Magnetar Financial's 4Q13 positions: An investor's guide

Part 2
Magnetar Financial's 4Q13 positions: An investor's guide (Part 2 of 7)

Why did Magnetar Financial buy stake in Plains GP Holdings?

Magnetar Financial LLC and Plains GP Holdings LP

Magnetar Financial LLC initiated new positions in Plains GP Holdings LP (PAGP), American Airlines Group Inc. (AAL), and Gaming And Leisure Properties (GLPI) and it added to its positions in Teekay Corp. (TK), Lamar Advertising (LAMR), and Denbury Resources (DNR).

Magnetar initiated a brand new position in Plains GP Holdings LP (PAGP) that accounts for 2.06% of the fund’s 4Q portfolio.

PAGPEnlarge Graph

Plains GP Holdings, an affiliate of Plains All American Pipeline (PAA), launched an IPO in October of last year. The company priced its initial public offering at $22 per share and raised $2.82 billion, making it the largest U.S. IPO in 2013.

Upon completion of the offering, Plains GP Holdings will own 21.1% of the limited partner interests in Plains AAP, LP, which directly owns all the incentive distribution rights and indirectly owns the 2% general partner interest in the Houston-based Plains All American Pipeline. PAA is a publicly traded master limited partnership that transports, stores, terminals, and markets crude oil and refined products and also processes, transports, fractionates, stores, and markets natural gas liquids. PAA also owns and operates natural gas storage facilities.

The source of Plains GP Holdings’ earnings and cash flow will initially consist exclusively of cash distributions from AAP, which themselves will initially consist exclusively of cash distributions from PAA. Plains GP Holdings is an MLP, but it has elected to be treated as a corporation for tax purposes, so its tax return requirements are the same as for any other corporation. PAGP distributed the net proceeds of the offering of approximately $2.73 billion to the existing owners of Plains AAP, L.P. including Occidental Petroleum (OXY), The Energy and Minerals Group, and Kayne Anderson Capital Advisors.

In January, PAGP declared a quarterly dividend of 0.1251 per share, which corresponds to a full-quarter distribution of $0.15979 per Class A share, reflecting a 7.2% increase over the initial quarterly distribution rate of $0.14904 per Class A share included in PAGP’s IPO prospectus. PAGP estimates that its November 2014 quarterly distribution should increase by approximately 25% relative to the initial distribution rate included in PAGP’s IPO prospectus.

PAGP hedgeEnlarge Graph

Plains All American Pipeline earnings fell 13%, impacted by weaker adjusted results at its supply and logistics business.
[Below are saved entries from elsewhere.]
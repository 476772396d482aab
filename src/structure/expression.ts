/**
 * Arbitrary profile from an expression in x (mathjs syntax): x is the position as a fraction of
 * the period in [0, 1), the value the height in µm (≥ 0); the profile repeats with the period, so
 * when h(1⁻) ≠ h(0) there is a vertical wall at x = 0. Only the variable x and mathjs's numeric
 * constants (pi, e, tau, …) may appear; the expression is compiled by mathjs, never eval'd.
 *
 * Numerics: the expression is sampled at 4096 equal steps; the surface crosses a slice's
 * mid-height between two samples of opposite sides and the crossing is then found by bisection to
 * 10⁻¹³ of the period. Features narrower than a step (Λ/4096) can be missed: a peak or dip that
 * crosses a level twice inside one step goes unseen. The highest and lowest points are refined by
 * golden-section search around the best samples. A coating over such a profile follows the
 * sampled polyline (chord error ≤ max|h''|·(Λ/4096)²/8).
 */
import type * as MathJs from 'mathjs';
import { profileFromSurface } from './fromSurface.ts';
import { mathjs } from './mathjs-access.ts';
import { mergeIntervals, type Interval } from './segments.ts';
import type { HeightProfile, ProfileResult, SlicedProfileParams } from './types.ts';
import { common, fail, num, record } from './validate.ts';

/** Samples per period. */
export const EXPRESSION_SAMPLES = 4096;
/** Bisection stops when the bracket is narrower than this (fraction of the period). */
export const CROSSING_TOLERANCE = 1e-13;

export interface ExpressionProfileParams extends SlicedProfileParams {
  /** height in µm as a function of x ∈ [0, 1) (fraction of the period), e.g. "0.1*(1 - cos(2*pi*x))" */
  readonly expression: string;
}

/**
 * Sliced profile h(x) from an expression.
 * @param p period (µm), expression, materials, slices, strategy
 * @returns slices top first; depth = the highest value (µm)
 * @throws {StructureError} when the expression fails to parse, uses a variable other than x,
 *   assigns, or gives a negative, non-finite or non-real height (the message says at which x),
 *   or is zero everywhere
 * @example
 * profileFromExpression({ periodUm: 1, expression: '0.15*(1 - cos(2*pi*x))', ridgeMaterial: 'resist', grooveMaterial: 'air', slices: 12 });
 */
export function profileFromExpression(p: ExpressionProfileParams): ProfileResult {
  const r = record('expression', p);
  const c = common('expression', r);
  const text = r.expression;
  if (typeof text !== 'string' || text.trim() === '') fail('expression.expression', 'an expression in x (mathjs syntax)', text);
  const math = mathjs();
  let node: MathJs.MathNode;
  try {
    node = math.parse(text);
  } catch (e) {
    fail('expression.expression', 'an expression in x (mathjs syntax)', `"${text}" (${(e as Error).message})`);
  }
  const others = new Set<string>();
  let assigns = false;
  node.traverse((n, path) => {
    if (n.type === 'AssignmentNode' || n.type === 'FunctionAssignmentNode' || n.type === 'BlockNode') assigns = true;
    if (n.type === 'SymbolNode' && path !== 'fn') {
      const name = (n as MathJs.SymbolNode).name;
      if (name !== 'x' && typeof (math as unknown as Record<string, unknown>)[name] !== 'number') others.add(name);
    }
  });
  if (assigns) fail('expression.expression', 'a single expression (no assignments or ";")', `"${text}"`);
  if (others.size > 0) fail('expression.expression', 'an expression in the single variable x', `"${text}" using ${[...others].join(', ')}`);
  const compiled = node.compile();
  const h = (x: number): number => {
    let v: unknown;
    try {
      v = compiled.evaluate({ x });
    } catch (e) {
      fail('expression.expression', 'an expression that evaluates to a height', `"${text}" failing at x = ${num(x)} (${(e as Error).message})`);
    }
    if (typeof v !== 'number' || !Number.isFinite(v)) fail('expression.expression', 'a finite real height in µm at every x in [0, 1)', `${formatValue(v)} at x = ${num(x)}`);
    if (v < 0) fail('expression.expression', 'a height ≥ 0 µm at every x in [0, 1)', `${num(v)} at x = ${num(x)}`);
    return v;
  };
  const surface = sampledSurface(c.periodUm, h);
  if (!(surface.maxUm > 0)) fail('expression.expression', 'a height > 0 µm somewhere', `"${text}" = 0 everywhere`);
  return profileFromSurface(surface, c, [
    `expression profile: depth ${num(surface.maxUm)} µm, sampled at ${EXPRESSION_SAMPLES} steps per period, crossings to ${CROSSING_TOLERANCE} of the period`,
  ]);
}

/** A surface known only through h(x) (x fraction of the period): sampled, crossings root-found. */
function sampledSurface(L: number, h: (x: number) => number): HeightProfile {
  const N = EXPRESSION_SAMPLES;
  // samples on [0, 1); the closing sample is h(0) again (the surface repeats), so a profile whose
  // h(1⁻) differs from h(0) has a vertical wall at the seam
  const s = new Float64Array(N + 1);
  for (let i = 0; i < N; i++) s[i] = h(i / N);
  s[N] = s[0]!;
  const refine = (sign: 1 | -1): number => {
    let best = 0;
    for (let i = 1; i < N; i++) if (sign * s[i]! > sign * s[best]!) best = i;
    let a = Math.max(0, best - 1) / N;
    let b = Math.min(N, best + 1) / N;
    const g = (Math.sqrt(5) - 1) / 2;
    let x1 = b - g * (b - a);
    let x2 = a + g * (b - a);
    let f1 = sign * h(x1);
    let f2 = sign * h(x2);
    for (let k = 0; k < 60 && b - a > 1e-15; k++) {
      if (f1 > f2) {
        b = x2;
        x2 = x1;
        f2 = f1;
        x1 = b - g * (b - a);
        f1 = sign * h(x1);
      } else {
        a = x1;
        x1 = x2;
        f1 = f2;
        x2 = a + g * (b - a);
        f2 = sign * h(x2);
      }
    }
    return sign * Math.max(sign * s[best]!, f1, f2);
  };
  const max = refine(1);
  const min = refine(-1);
  const levels = new Set<number>();
  for (let i = 0; i + 2 <= N; i++) {
    const v = s[i]!;
    if (v === s[i + 1] && v === s[i + 2] && v > 0 && v < max) levels.add(v);
  }
  if (min > 0 && min < max) levels.add(min);
  const crossing = (a: number, b: number, z: number, upAtA: boolean): number => {
    while (b - a > CROSSING_TOLERANCE) {
      const m = 0.5 * (a + b);
      if (m <= a || m >= b) break;
      if (h(m) > z === upAtA) a = m;
      else b = m;
    }
    return 0.5 * (a + b);
  };
  return {
    periodUm: L,
    minUm: min,
    maxUm: max,
    levelsUm: [...levels].sort((a, b) => a - b),
    exact: false,
    above(z) {
      const out: Interval[] = [];
      let start = s[0]! > z ? 0 : -1;
      for (let i = 0; i < N; i++) {
        const up0 = s[i]! > z;
        const up1 = s[i + 1]! > z;
        if (up0 === up1) continue;
        const x = crossing(i / N, (i + 1) / N, z, up0);
        if (up1) start = x;
        else {
          out.push([start, x]);
          start = -1;
        }
      }
      if (start >= 0) out.push([start, 1]);
      return mergeIntervals(out);
    },
    heightAt: (x) => h(x - Math.floor(x)),
    vertices() {
      const v: Array<[number, number]> = [];
      for (let i = 0; i <= N; i++) v.push([(i / N) * L, s[i]!]);
      return v;
    },
  };
}

function formatValue(v: unknown): string {
  try {
    return mathjs().format(v as MathJs.MathType);
  } catch {
    return String(v);
  }
}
Supply and Logistics adjusted segment profit decreased approximately 22%, primarily due to less favorable crude oil market conditions during the fourth quarter of 2013—particularly narrower crude oil differentials in the Permian Basin and Gulf Coast regions. These were partially offset by stronger net margins in the NGL business. PAA’s management said it raised distributions in 2013 by 10.6% through November while generating distribution coverage of 143%, and it has set the stage for continued growth in 2014 and beyond by ending the year with a robust capital program and a very solid balance sheet and healthy liquidity position.